Stored data entries:
-- -- --
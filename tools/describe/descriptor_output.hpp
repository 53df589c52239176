// Where descriptors go: a table for people, or an array for programs.
#pragma once

#include <memory>
#include <string>
#include <vector>

#include "common/session.hpp"
#include "tambour/views.hpp"

namespace tambour::tools::describe {

/// One row an image, one column a number. Rows of skipped images hold NaN (empty cells in CSV).
class DescriptorOutput {
 public:
  virtual ~DescriptorOutput() = default;
  virtual void append(MatrixView<const double> rows) = 0;
  virtual void finish() = 0;
};

/// By extension: .csv, .npy, .h5, .hdf5. Throws Error(invalid_argument) for any other.
std::unique_ptr<DescriptorOutput> create_output(const std::string& path, std::size_t images,
                                                const std::vector<std::string>& names, const Session& session,
                                                bool overwrite);

}  // namespace tambour::tools::describe
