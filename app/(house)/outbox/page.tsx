import type { Metadata, Route } from 'next';
import Link from 'next/link';
import { Nothing } from '@/components/ui/nothing';
import { db } from '@/db/client';
import { type ListedLetter, countLetters, listLetters } from '@/db/queries/letters';
import { requireActor } from '@/lib/auth/require-actor';
import { env } from '@/lib/env';
import { moment } from '@/lib/entries/dates';
import { LETTER_STATES, type LetterState, goesOutAtOnce } from '@/lib/mail/letter';
import { LETTER_KIND_WORDS, LETTER_STATE_WORDS, letterSubject } from '@/lib/mail/letter-words';
import { TRIES_MOST } from '@/lib/mail/retry';
import { AgainForm } from './_components/again-form';

export const metadata: Metadata = { title: 'Outbox' };

const PAGE = 50;
const UUID = /^[0-9a-f]{8}(-[0-9a-f]{4}){3}-[0-9a-f]{12}$/;
const one = (value: string | string[] | undefined) => (Array.isArray(value) ? value[0] : value);

function Standing({ letter }: { letter: ListedLetter }) {
  const { state, attempts, nextAt, lastError, sentAt } = letter;
  const tries = attempts === 1 ? 'one try' : `${attempts} tries`;
  if (state === 'sent') return <>sent {sentAt && moment(sentAt.toISOString())}</>;
  if (state === 'given-up') return <span className="fails">given up after {tries}</span>;
  if (state === 'kept-back') return <>kept back</>;
  if (attempts > 0)
    return (
      <>
        waiting; {tries} of {TRIES_MOST}, again {moment(nextAt.toISOString())}
        {!lastError && ' unless it is going out now'}
      </>
    );
  return <>{letter.wish === 'daily' && !goesOutAtOnce(letter.kind) ? 'waiting for the daily letter' : 'waiting'}</>;
}

/** Every letter of the house, and what became of it. */
export default async function OutboxPage({ searchParams }: PageProps<'/outbox'>) {
  await requireActor('administrator');
  const query = await searchParams;
  const state = LETTER_STATES.find((known) => known === one(query.state)) ?? null;
  const asked = one(query.before);
  const before = asked && UUID.test(asked) ? asked : null;
  const [counts, found] = await Promise.all([countLetters(db), listLetters(db, state, before, PAGE + 1)]);
  const letters = found.slice(0, PAGE);
  const { SMTP_URL, LEVELBOOK_MAIL_CATCHER } = env();
  const address = (of: LetterState | null, from?: string) => {
    const search = new URLSearchParams({ ...(of && { state: of }), ...(from && { before: from }) }).toString();
    return `/outbox${search && `?${search}`}` as Route;
  };

  return (
    <>
      <header className="placehd">
        <h1>Outbox</h1>
        <p className="q">
          {!SMTP_URL && 'The settings name no mail server (SMTP_URL): letters wait here until one is named. '}
          {LEVELBOOK_MAIL_CATCHER ? (
            <>
              No mail leaves this machine; what goes out is found under <Link href="/arrived-mail">Arrived mail</Link>.
            </>
          ) : (
            SMTP_URL &&
            'The worker sends what waits, tries again with longer and longer pauses, and gives up in the end.'
          )}
        </p>
      </header>
      <section aria-labelledby="letters">
        <h2 className="parthd" id="letters">
          Letters
        </h2>
        <nav className="pager" aria-label="Letters by state">
          <Link
            href={address(null)}
            aria-current={state === null ? 'page' : undefined}
            className={state ? '' : 'ticks'}
          >
            all
          </Link>
          {LETTER_STATES.map((each) => (
            <Link
              key={each}
              href={address(each)}
              aria-current={state === each ? 'page' : undefined}
              className={state === each ? 'ticks' : ''}
            >
              {LETTER_STATE_WORDS[each]} {counts[each]}
            </Link>
          ))}
        </nav>
        {counts['given-up'] > 1 && <AgainForm label={`All ${counts['given-up']} that were given up`} />}
        {letters.length === 0 ? (
          <div className="lone">
            <Nothing />
            <p>{state ? `No letter is ${LETTER_STATE_WORDS[state]}.` : 'No letter has been written yet.'}</p>
          </div>
        ) : (
          <table className="outbox stacked">
            <thead>
              <tr>
                <th scope="col">Written</th>
                <th scope="col">To</th>
                <th scope="col">What</th>
                <th scope="col">State</th>
                <th scope="col">
                  <span className="sr">What can be done</span>
                </th>
              </tr>
            </thead>
            <tbody>
              {letters.map((letter) => (
                <tr key={letter.id}>
                  <td>{moment(letter.createdAt.toISOString())}</td>
                  <td>
                    {letter.recipient} <small className="q">{letter.email}</small>
                  </td>
                  <td>
                    {LETTER_KIND_WORDS[letter.kind]} <small className="q">{letterSubject(letter.payload)}</small>
                  </td>
                  <td>
                    <Standing letter={letter} />
                    {letter.lastError && <p className="small q">{letter.lastError}</p>}
                  </td>
                  <td>
                    {letter.state === 'given-up' && (
                      <AgainForm letterId={letter.id} label={`Letter to ${letter.recipient}`} />
                    )}
                  </td>
                </tr>
              ))}
            </tbody>
          </table>
        )}
        <nav className="pager" aria-label="Pages of the outbox">
          {before && <Link href={address(state)}>Latest letters</Link>}
          {found.length > PAGE && <Link href={address(state, letters.at(-1)?.id)}>Earlier letters</Link>}
        </nav>
      </section>
    </>
  );
}
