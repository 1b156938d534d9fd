import { useSearchParams } from 'next/navigation';
import { useCallback, useMemo } from 'react';
import { type ConditionKey, type Conditions, CONDITION_KEYS, readConditions } from '@/lib/entries/catalog-conditions';
import { parseSorting, type Sorting } from '@/lib/entries/catalog-sorting';

/** What the address bar says of the catalog; the only place where it is kept. */
export interface CatalogAddress {
  readonly asked: string;
  readonly conditions: Conditions;
  readonly sorting: Sorting;
  readonly ask: (text: string) => void;
  readonly setCondition: (key: ConditionKey, value: string | null) => void;
  readonly clearConditions: () => void;
  readonly sortBy: (sorting: Sorting) => void;
}

export function useCatalogAddress(): CatalogAddress {
  const params = useSearchParams();
  const conditions = useMemo(() => readConditions((key) => params.get(key)), [params]);

  const change = useCallback((edit: (next: URLSearchParams) => void) => {
    const next = new URLSearchParams(window.location.search);
    edit(next);
    const text = next.toString();
    window.history.replaceState(null, '', text ? `?${text}` : window.location.pathname);
  }, []);

  return {
    asked: params.get('look') ?? '',
    conditions,
    sorting: parseSorting(params.get('sort')),
    ask: useCallback((text) => change((next) => put(next, 'look', text)), [change]),
    setCondition: useCallback((key, value) => change((next) => put(next, key, value)), [change]),
    clearConditions: useCallback(() => change((next) => CONDITION_KEYS.forEach((key) => next.delete(key))), [change]),
    sortBy: useCallback(
      (sorting) => change((next) => put(next, 'sort', sorting === 'number' ? null : sorting)),
      [change],
    ),
  };
}

function put(params: URLSearchParams, key: string, value: string | null) {
  if (value) params.set(key, value);
  else params.delete(key);
}
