import { Vial } from '@/components/marks/vial';
import type { ConditionKey, CountedCondition, CountedOption } from '@/lib/entries/catalog-conditions';
import { REVISION_STATES } from '@/lib/entries/revision-state';

interface ConditionsProps {
  conditions: readonly CountedCondition[];
  onCondition: (key: ConditionKey, value: string | null) => void;
}

/** The conditions that stand in the second row, opened by a word. */
const FURTHER: readonly ConditionKey[] = ['kind', 'stable', 'damping', 'levels', 'language'];

const OptionMark = ({ condition, option }: { condition: ConditionKey; option: CountedOption }) => {
  const state = condition === 'state' ? REVISION_STATES.find((one) => one === option.value) : undefined;
  return (
    <b>
      {state && <Vial state={state} small />}
      {option.label}
    </b>
  );
};

function Options({
  condition,
  onCondition,
}: {
  condition: CountedCondition;
  onCondition: ConditionsProps['onCondition'];
}) {
  return (
    <ul>
      {condition.options.map((option) => (
        <li key={option.value} className={option.inForce ? 'on' : option.count === 0 ? 'zero' : undefined}>
          <button
            type="button"
            aria-pressed={option.inForce}
            onClick={() => onCondition(condition.key, option.inForce ? null : option.value)}
          >
            <OptionMark condition={condition.key} option={option} />
            <i>
              {option.count}
              <span className="sr"> lines</span>
            </i>
          </button>
        </li>
      ))}
    </ul>
  );
}

const isWide = ({ key, options }: CountedCondition) => key === 'state' || (key === 'equation' && options.length > 3);

/** A band of ruled columns: every option, and the count it would leave. */
export function ConditionBand({ conditions, onCondition }: ConditionsProps) {
  const first = conditions.filter(({ key }) => !FURTHER.includes(key));
  const further = conditions.filter(({ key }) => FURTHER.includes(key));
  const column = (condition: CountedCondition) => (
    <div
      key={condition.key}
      className={isWide(condition) ? 'six' : undefined}
      role="group"
      aria-label={condition.title}
    >
      <h3>{condition.title}</h3>
      <Options condition={condition} onCondition={onCondition} />
    </div>
  );
  return (
    <section className="conditions" aria-label="Conditions">
      <div
        className={first.some(({ key, options }) => key === 'equation' && options.length > 3) ? 'band many' : 'band'}
      >
        {first.map(column)}
      </div>
      <details className="further" open={further.some(({ options }) => options.some(({ inForce }) => inForce))}>
        <summary>More conditions</summary>
        <div className="band">{further.map(column)}</div>
      </details>
    </section>
  );
}

/** The same on a phone: one button, and the conditions in force as ticked words. */
export function NarrowConditions({ conditions, onCondition, onClear }: ConditionsProps & { onClear: () => void }) {
  const inForce = conditions.flatMap((condition) =>
    condition.options.filter((option) => option.inForce).map((option) => ({ condition, option })),
  );
  return (
    <details className="bandm">
      <summary>
        <span className="btn">Conditions{inForce.length > 0 && `, ${inForce.length} in force`}</span>
        {inForce.map(({ condition, option }) => (
          <span key={condition.key} className="ticks">
            {option.label}
          </span>
        ))}
      </summary>
      {inForce.length > 0 && (
        <button type="button" className="word" onClick={onClear}>
          clear
        </button>
      )}
      <div className="bandlist">
        {conditions.map((condition) => (
          <div key={condition.key} role="group" aria-label={condition.title}>
            <h3>{condition.title}</h3>
            <Options condition={condition} onCondition={onCondition} />
          </div>
        ))}
      </div>
    </details>
  );
}
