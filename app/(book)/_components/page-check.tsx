import type { CatalogLine } from '@/lib/entries/entry';
import { REVISION_STATES } from '@/lib/entries/revision-state';
import { STATE_WORDS } from '@/components/marks/vial';

/** Closes the list: the parts added up to the count shown, then the conventions of the figures. */
export function PageCheck({ lines }: { lines: readonly CatalogLine[] }) {
  const parts = REVISION_STATES.map((state) => ({ state, count: lines.filter((line) => line.state === state).length }));
  return (
    <div className="check">
      <span>Page check</span>
      <span>
        {parts
          .filter(({ count }) => count > 0)
          .map(({ state, count }) => `${count} ${STATE_WORDS[state].toLowerCase()}`)
          .join(' + ')}{' '}
        = <b>{lines.length}</b>
      </span>
      <span className="conv">
        Bytes: real64, a store that misses counts twice. Curves at ¾ of the bound; where there is none, at ¾.
      </span>
    </div>
  );
}
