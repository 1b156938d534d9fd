import type { RefObject } from 'react';

interface LookForProps {
  field: RefObject<HTMLInputElement | null>;
  text: string;
  onText: (text: string) => void;
  shown: number;
  total: number;
}

/** The one field of the catalog, and how many lines it leaves. */
export function LookFor({ field, text, onText, shown, total }: LookForProps) {
  return (
    <form className="ask" role="search" onSubmit={(event) => event.preventDefault()}>
      <label>
        <span className="lab">Look for</span>
        <input
          ref={field}
          type="search"
          value={text}
          placeholder="a scheme, a code, a number"
          autoComplete="off"
          spellCheck={false}
          maxLength={120}
          onChange={(event) => onText(event.target.value)}
          onKeyDown={(event) => {
            if (event.key === 'Escape') onText('');
          }}
        />
      </label>
      <kbd title="Press / to look for something">/</kbd>
      <span className="small q shown" aria-live="polite">
        <b className="num">{shown}</b> of {total} {total === 1 ? 'line' : 'lines'}
      </span>
    </form>
  );
}
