'use server';

import { revalidatePath } from 'next/cache';
import { z } from 'zod';
import { sendAgain } from '@/lib/mail/send-again';
import { action } from '@/lib/web/action';

const againAction = action(z.object({ letterId: z.uuid().optional() }), async (actor, { letterId }) => {
  const count = await sendAgain(actor, letterId ?? null);
  revalidatePath('/outbox');
  return { count };
});

/** One letter by `letterId`, or every letter that was given up. */
export const sendLetterAgain = async (form: FormData) => againAction(form);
-- -- --
§ **TASK ITEM**
From the records above, transcribe exactly the run of lines that opens with the line holding "if (attempts > 0)" and closes with the line holding "const asked = one(query.before);", both included.

§ **ANSWER AREA**
  if (attempts > 0)
    return (
      <>
        waiting; {tries} of {TRIES_MOST}, again {moment(nextAt.toISOString())}
        {!lastError && ' unless it is going out now'}
      </>
    );
  return <>{letter.wish === 'daily' && !goesOutAtOnce(letter.kind) ? 'waiting for the daily letter' : 'waiting'}</>;
}

/** Every letter of the house, and what became of it. */
export default async function OutboxPage({ searchParams }: PageProps<'/outbox'>) {
  await requireActor('administrator');
  const query = await searchParams;
  const state = LETTER_STATES.find((known) => known === one(query.state)) ?? null;
  const asked = one(query.before);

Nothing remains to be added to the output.